ThilinaRajapakse / pytorch-transformers-classification

Based on the Pytorch-Transformers library by HuggingFace. To be used as a starting point for employing Transformer models in text classification tasks. Contains code to easily train BERT, XLNet, RoBERTa, and XLM models for text classification.
Apache License 2.0
306 stars 97 forks source link

Guidance on Model Checkpointing and saving models #13

Closed pythonometrist closed 5 years ago

pythonometrist commented 5 years ago

I am new to pytorch and it seems to have simple model save and reload functions. On the other hand pytroch_transformer has this model.save_pretrained_model().

I am looking to ensemble a few models so I need to be able to load the last version of the model and load them. You do this in the eval function - but is there a simpler way that is more pytorch like? Also I do not need checkpoints per se (so I set the flag to false), so how does the eval function figure out which .bin to go after?

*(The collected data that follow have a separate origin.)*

impl<const N: usize> Checker<N> {
    fn new(cfg: Config) -> Self {
        Self {
            cfg,
            ch: [ChannelModel::default(); N],
            queue: EventQueue::new(),
            queued: VecDeque::new(),
            refused: 0,
            reported: 0,
            pending_first: VecDeque::new(),
            seen: [0; 6],
        }
    }

    fn event(&mut self, e: Event, samples_seen: u64) {
        let ch = usize::from(e.channel);
        assert!(ch < N, "channel {ch} of {N}: {e:?}");
        let m = &mut self.ch[ch];
        assert!(
            e.sample >= m.last_sample,
            "sample index went back on channel {ch}: {} after {}",
            e.sample,
            m.last_sample
        );
        assert!(
            e.sample < samples_seen,
            "event after the samples seen: {e:?}"
        );
        m.last_sample = e.sample;
        let touch = self.cfg.profile == Profile::Touch;
        match e.kind {
            EventKind::TouchOn | EventKind::FieldOn => {
                self.seen[0] += 1;
                assert_eq!(touch, e.kind == EventKind::TouchOn, "wrong profile: {e:?}");
                assert!(!m.on, "on twice in a row: {e:?}");
                m.on = true;
                m.level = 1;
            }
            EventKind::TouchOff | EventKind::FieldOff => {
                self.seen[1] += 1;
                assert_eq!(touch, e.kind == EventKind::TouchOff, "wrong profile: {e:?}");
                assert!(m.on, "off while off: {e:?}");
                m.on = false;
                m.level = 0;
            }
            EventKind::Level(l) => {
                self.seen[2] += 1;
                assert!(!touch, "level in the touch profile: {e:?}");
                assert!(m.on, "level while off: {e:?}");
                assert!(
                    l >= 1 && l <= self.cfg.levels,
                    "level {l} of {}",
                    self.cfg.levels
                );
                assert_eq!(
                    u32::from(l.abs_diff(m.level)),
                    1,
                    "level jumped from {}: {e:?}",
                    m.level
                );
                m.level = l;
            }
            EventKind::Fault(f) => {
                self.seen[3] += 1;
                assert!(m.faults & f.bit() == 0, "fault reported twice: {e:?}");
                m.faults |= f.bit();
            }
            EventKind::FaultClear(f) => {
                self.seen[4] += 1;
                assert!(m.faults & f.bit() != 0, "clear without fault: {e:?}");
                m.faults &= !f.bit();
            }
            EventKind::Overflow(_) => panic!("the detector reported a queue overflow: {e:?}"),
            _ => {}
        }
        if self.queue.push(e) {
            self.queued.push_back(e);
        } else {
            self.refused += 1;
            self.pending_first.push_back(e.sample);
        }
        assert_eq!(self.queue.total_lost(), self.refused);
    }

    fn pop(&mut self) {
        let Some(e) = self.queue.pop() else {
            assert!(self.queued.is_empty(), "queue empty with events due");
            return;
        };
        if let EventKind::Overflow(n) = e.kind {
            assert_eq!(e.channel, Event::ALL_CHANNELS);
            assert!(n >= 1 && u64::from(n) <= self.pending_first.len() as u64);
            // The report stands where the first lost event was.
            assert_eq!(Some(&e.sample), self.pending_first.front());
            for _ in 0..n {
                self.pending_first.pop_front();
            }
            self.reported += u64::from(n);
            self.seen[5] += 1;
        } else {
            assert_eq!(self.queued.pop_front(), Some(e), "queue out of order");
        }
    }

    fn after_call<const H: usize, W: WindowStage>(&self, det: &Detector<N, H, W>) {
        for (c, m) in self.ch.iter().enumerate() {
            let s = det.snapshot(c).expect("a snapshot for every channel");
            assert_eq!(s.active(), m.on, "state without an event on channel {c}");
            assert_eq!(s.level, m.level, "level without an event on channel {c}");
            assert!(s.level <= self.cfg.levels.max(1));
            assert_eq!(s.samples, det.samples_seen());
        }
        assert!(det.snapshot(N).is_none());
    }

    fn drain(&mut self) {
        for _ in 0..100 {
            self.pop();
        }
        assert!(self.queue.is_empty());
        assert!(self.queued.is_empty());
        assert!(self.pending_first.is_empty(), "lost events never reported");
        assert_eq!(self.reported, self.queue.total_lost());
        // What the input reached, when asked (README: "What the targets
        // reach").
        if std::env::var_os("HUMSENSE_FUZZ_STATS").is_some() {
            let [on, off, level, fault, clear, overflow] = self.seen;
            eprintln!(
                "fuzz-stats: channels={N} on={on} off={off} level={level} fault={fault} \
                 clear={clear} overflow={overflow}"
            );
        }
    }
}

/// Synthetic hum: a sine of `amp` codes around mid-scale at a frequency
/// near 50 or 60 Hz with noise from the input, in three parts: `pre`
/// cycles of ambient, `press` cycles with one channel (`touched`, or none)
/// multiplied by a gain that ramps to `gain` (steps for the field
/// profile's levels), `post` cycles of ambient again. One operation
/// reaches learning, on, levels and off.
fn hum(
    u: &mut Unstructured,
    cfg: &Config,
    channels: usize,
    phase: &mut f32,
    out: &mut Vec<u16>,
) -> Result<()> {
    let hz = *u.choose(&[50.0f32, 60.0, 49.5, 61.0, 47.0, 64.0])?;
    let amp = f32::from(u.int_in_range(0u16..=2_000)?);
    let gain = f32::from(u.int_in_range(1u8..=40)?);
    let ramp = u.arbitrary::<bool>()?;
    let touched = u.int_in_range(0..=channels)?; // `channels`: none
    let noise = u.int_in_range(0u16..=16)?;
    let pre = u32::from(u.int_in_range(0u8..=100)?);
    let press = u32::from(u.int_in_range(0u8..=200)?);
    let post = u32::from(u.int_in_range(0u8..=100)?);
    let rate = cfg.sample_rate_hz.clamp(400, 50_000) as f32;
    let per_cycle = rate / hz;
    let frames = (((pre + press + post) as f32 * per_cycle) as usize).min(MAX_SAMPLES);
    let mid = 2048.0f32;
    let step = core::f32::consts::TAU * hz / rate;
    let mut s = u32::from(u.arbitrary::<u16>()?) | 1;
    for k in 0..frames {
        let cycle = k as f32 / per_cycle;
        let g = if cycle < pre as f32 || cycle >= (pre + press) as f32 {
            1.0
        } else if ramp {
            1.0 + (gain - 1.0) * ((cycle - pre as f32) / press.max(1) as f32)
        } else {
            gain
        };
        let v = phase.sin();
        *phase = (*phase + step) % core::f32::consts::TAU;
        for c in 0..channels {
            s ^= s << 13;
            s ^= s >> 17;
            s ^= s << 5;
            let g = if c == touched { g } else { 1.0 };
            let n = if noise == 0 {
                0
            } else {
                (s % (2 * u32::from(noise) + 1)) as i32 - i32::from(noise)
            };
            let x = mid + amp * g * v + n as f32;
            out.push(x.clamp(0.0, 65_535.0) as u16);
        }
    }
    Ok(())
}

/// `push`, the one-channel entry point, where the shape has it.
trait PushOne<S> {
    /// `Some(result of push)` for one-channel detectors, `None` otherwise.
    fn push_one(&mut self, x: S) -> Option<Option<Event>>;
}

ThilinaRajapakse commented 5 years ago

I'd recommend using from_pretrained() and save_pretrained() provided by pytorch_transformers. The difference is that these can be used to save and load all three components of a transformer model (model, tokenizer, config).

You can load the model simply by specifying the path. model = model_class.from_pretrained(path_to_model) Here, model_class would be something like BertForSequenceClassification. The path is the path of the directory where the pytorch_model.bin file (which contains the weights) can be found.

You only need two lines to save any model.

model_to_save.save_pretrained(path_to_save)
tokenizer.save_pretrained(path_to_save)

Then, you can load the model from the same directory.

model = model_class.from_pretrained(path_to_save)
tokenizer = tokenizer_class.from_pretrained(path_to_save)

My recommendation would be to keep this approach and save the different versions of your model in different directories. Typically, I'll store different versions in subdirectories inside the output directory. An added bonus of this approach is that if I need to perform a given task using all versions of a model, all I need is a for loop.

for model_dir in os.listdir('outputs/'):
    model = model_class.from_pretrained(outputs + model_dir)

    # Do something with current model

When using checkpoints, the training loop will save the checkpoints to args["output_dir"]/checkpoint-{step} and the final model directly to args["output_dir"]. So, if eval_all_checkpoints is set to False (or there are no checkpoints), evaluation will only be done on the model in the args["output_dir"] directory.

pythonometrist commented 5 years ago

Nice - let me implement and revert. I assume I also need config? And to freeze the individual models - I just set them to eval?

pythonometrist commented 5 years ago

Works -Your suggestion helped me think clearly on whether I need all the models online or only the predictions - it's only the latter. So ensembling becomes trivial once I have the predictions I need. N need to wory about merging models. Thanks!